Martin Dyckman: Forcing people to recite the Pledge is unconstitutional

 Here we go again. Some politician hungry for a headline — in South Dakota this time –wants to make school children recite the Pledge of Allegiance to the flag as a daily ritual.

Applause erupts countrywide. My ContextFlorida colleague Steve Kurlander endorsed the idea last week.

I dissent.

True patriotism is taught, and learned, only by respecting the values that distinguish American freedom from the totalitarianism flourishing elsewhere.

Those freedoms were defined most memorably in a 1943 Supreme Court decision, West Virginia State Board of Education v. Barnette. Applying the First Amendment, the court ruled 6-3 that the government can never — I repeat, never — force citizens to profess a belief in anything.

The court said that a compulsory flag pledge violates that fundamental freedom.
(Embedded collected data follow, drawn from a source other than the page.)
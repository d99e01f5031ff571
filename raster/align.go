package raster

import (
	"errors"
	"fmt"
	"math"
	"os"
	"path/filepath"
	"strconv"
	"strings"
	"sync/atomic"

	"github.com/airbusgeo/godal"
)

// alignSeq numbers the warped VRTs of this process.
var alignSeq atomic.Uint64

// AlignTo returns a GDAL warped VRT of path on grid g, in /vsimem/, that
// workers open like any file (each its own handle), and a cleanup func that
// unlinks it. resampling is a gdalwarp -r name ("bilinear", "nearest",
// "cubic", ...). No pixel is copied: the VRT resamples on each read.
//
// Nodata is honoured on both sides, so resampling does not smear the nodata
// edge into false change: the warper leaves source nodata out of every
// kernel (-srcnodata), and destination pixels that no valid source pixel
// reaches are nodata (-dstnodata, which also makes GDAL start from nodata).
// When every band of the source has a nodata value, the VRT keeps the
// source's data type and those values. Otherwise it is Float32 (Float64 for
// sources of wider types, which Float32 would round) with NaN as nodata,
// bands that had a nodata value keeping it as source nodata: pixels outside
// the source read as NaN, which readers take as invalid. No alpha band is
// added.
//
// g must be north-up (no rotation, rows running south); a rotated grid is
// refused. A source without a CRS cannot go onto a grid with one. The VRT
// refers to the source by its absolute path.
func AlignTo(path string, g Grid, resampling string) (vrt string, cleanup func(), err error) {
	return alignTo(path, g, resampling, nil)
}

// alignTo is AlignTo with nodata values that override those of the source's
// (0-based) bands.
func alignTo(path string, g Grid, resampling string, overrides map[int]float64) (vrt string, cleanup func(), err error) {
	te, err := northUpBounds(g)
	if err != nil {
		return "", nil, fmt.Errorf("align %s: %w", path, err)
	}
	source := path
	if !IsVirtual(path) {
		if source, err = filepath.Abs(path); err != nil {
			return "", nil, fmt.Errorf("align %s: %w", path, err)
		}
	}
	src, err := openDataset(source)
	if err != nil {
		return "", nil, fmt.Errorf("align %w", err)
	}
	defer src.Close(errLogger)
	if g.Projection != "" && src.Projection() == "" {
		return "", nil, fmt.Errorf("align %s: it has no CRS, the target grid has %s", path, crsName(g.Projection))
	}
	sw := []string{"-of", "VRT", "-r", resampling,
		"-te", ftoa(te[0]), ftoa(te[1]), ftoa(te[2]), ftoa(te[3]),
		"-ts", strconv.Itoa(g.Width), strconv.Itoa(g.Height)}
	if g.Projection != "" {
		sw = append(sw, "-t_srs", g.Projection)
	}
	sw = append(sw, nodataSwitches(src.Bands(), overrides)...)

	name := fmt.Sprintf("/vsimem/bandfold/align-%d-%d-%s.vrt", os.Getpid(), alignSeq.Add(1), Stem(path))
	cleanup = func() {
		godal.VSIUnlink(name, errLogger)
		godal.VSIUnlink(name+".aux.xml", errLogger)
	}
	out, err := godal.Warp(name, []*godal.Dataset{src}, sw, errLogger)
	if err != nil {
		cleanup()
		return "", nil, fmt.Errorf("align %s: %s", path, firstLine(err.Error()))
	}
	got := gridOf(out)
	// Closing writes the VRT to its /vsimem/ file.
	if err := out.Close(errLogger); err != nil {
		cleanup()
		return "", nil, fmt.Errorf("align %s: %w", path, err)
	}
	if err := g.Compare(got); err != nil {
		cleanup()
		return "", nil, fmt.Errorf("align %s: the warped grid differs from the target: %w", path, err)
	}
	return name, cleanup, nil
}

// nodataSwitches returns the gdalwarp nodata switches for a source's bands
// (see AlignTo), with overrides replacing the nodata of some bands.
func nodataSwitches(bands []godal.Band, overrides map[int]float64) []string {
	src, all, some, wide := make([]string, len(bands)), true, false, false
	for i, b := range bands {
		src[i] = "nan"
		nd, ok := b.NoData()
		if v, given := overrides[i]; given {
			nd, ok = v, true
		}
		dt := b.Structure().DataType
		if ok && math.IsNaN(nd) && integerBits(dt.String()) > 0 {
			ok = false // no integer is NaN: the band has no nodata
		}
		if ok {
			src[i], some = ftoa(nd), true
		} else {
			all = false
		}
		switch dt {
		case godal.Byte, godal.Int16, godal.UInt16, godal.Float32:
		default:
			wide = true // Float32 would round these values
		}
	}
	var sw []string
	if some {
		sw = append(sw, "-srcnodata", strings.Join(src, " "))
	}
	if all {
		return append(sw, "-dstnodata", strings.Join(src, " "))
	}
	ot := "Float32"
	if wide {
		ot = "Float64"
	}
	return append(sw, "-ot", ot, "-dstnodata", "nan")
}

// ftoa formats a float for GDAL switches, exactly.
func ftoa(v float64) string {
	if math.IsNaN(v) {
		return "nan"
	}
	return strconv.FormatFloat(v, 'g', -1, 64)
}

// northUpBounds returns the extent xmin, ymin, xmax, ymax of a north-up grid.
func northUpBounds(g Grid) ([4]float64, error) {
	gt := g.GeoTransform
	switch {
	case !g.HasGeoTransform:
		return [4]float64{}, errors.New("the target grid has no geotransform")
	case gt[2] != 0 || gt[4] != 0:
		return [4]float64{}, fmt.Errorf("the target grid is rotated (geotransform %v); only north-up grids are supported", gt)
	case gt[1] <= 0 || gt[5] >= 0:
		return [4]float64{}, fmt.Errorf("the target grid is not north-up (pixel size %g x %g)", gt[1], gt[5])
	case g.Width <= 0 || g.Height <= 0:
		return [4]float64{}, fmt.Errorf("the target grid is empty (%dx%d)", g.Width, g.Height)
	}
	return [4]float64{gt[0], gt[3] + float64(g.Height)*gt[5], gt[0] + float64(g.Width)*gt[1], gt[3]}, nil
}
Since then — early in the Cold War –Congress amended the Pledge to also express a belief in God. That is most certainly not the government’s business.

Yet Rep. Hal Wick, the South Dakota legislator, professes that a compulsory flag pledge teaches respect for the Constitution.

“We are getting further and further away from talking about what the Constitution says,” said Wick. “This is one way to show respect. I think it should be part of every child’s education.”

The Constitution must have been missing from Wick’s own education.

Not a word in it requires a loyalty oath, or any sort of pledge, from anyone except each new president, who must promise to “preserve, protect and defend” the Constitution itself.

No Pledge of Allegiance was recited before Abraham Lincoln’s immortal address at Gettysburg 150 years ago this month.

The Pledge didn’t exist until 1892, when Francis Bellamy composed it in connection with the 400th anniversary of Christopher Columbus’s voyage.

Bellamy, a Baptist clergyman — and a Socialist, by the way — didn’t see any need to mention God.

In 1942, the same year in which Congress first got around to recognizing the original Pledge, the nation was fighting World War II, with no guarantee that we would win it.

The West Virginia Board of Education adopted a resolution requiring the pledge in public and private schools. Children who refused would be expelled, subject to prosecution as delinquents, and their parents could be jailed.

This was profoundly offensive to the Jehovah’s Witnesses, whose religion forbids tribute to any “image.”  Their case went to the Supreme Court.

Only three years before, in a case from Pennsylvania, the court had voted 8-1 to uphold a compulsory flag-salute law.

Hundreds of reports of Witnesses being persecuted — beaten, threatened with jail, their meeting houses burned — informed the court that it had made a grave mistake.

On June 14, 1943, in one of the swiftest reversals ever, the court ruled that West Virginia’s compulsory pledge was a violation of the First and Fourteenth amendments.

The majority opinion by Justice Robert Jackson has been cited ever since as an eloquent expression of freedom’s essential meaning in America.

To uphold the compulsory pledge, he wrote, would mean “that a Bill of Rights which guards the individual’s right to speak his own mind left it open to public authorities to compel him to utter what is not in his mind….

“To believe that patriotism will not flourish if patriotic ceremonies are voluntary and spontaneous, instead of a compulsory routine, is to make an unflattering estimate of the appeal of our institutions to free minds….

The freedom “to differ is not limited to things that do not matter much. That would be a mere shadow of freedom. The test of its substance is the right to differ as to things that touch the heart of the existing order.

“If there is any fixed star in our constitutional constellation, it is that no official, high or petty, can prescribe what shall be orthodox in politics, nationalism, religion, or other matters of opinion, or force citizens to confess by word or act their faith therein. If there are any circumstances which permit an exception, they do not occur to us.”

This was in the midst of a war for national survival. Jackson’s opinion defined brilliantly what it was that we were defending.

It still needs defending — from the arrogance of some domestic politicians no less than from enemies abroad.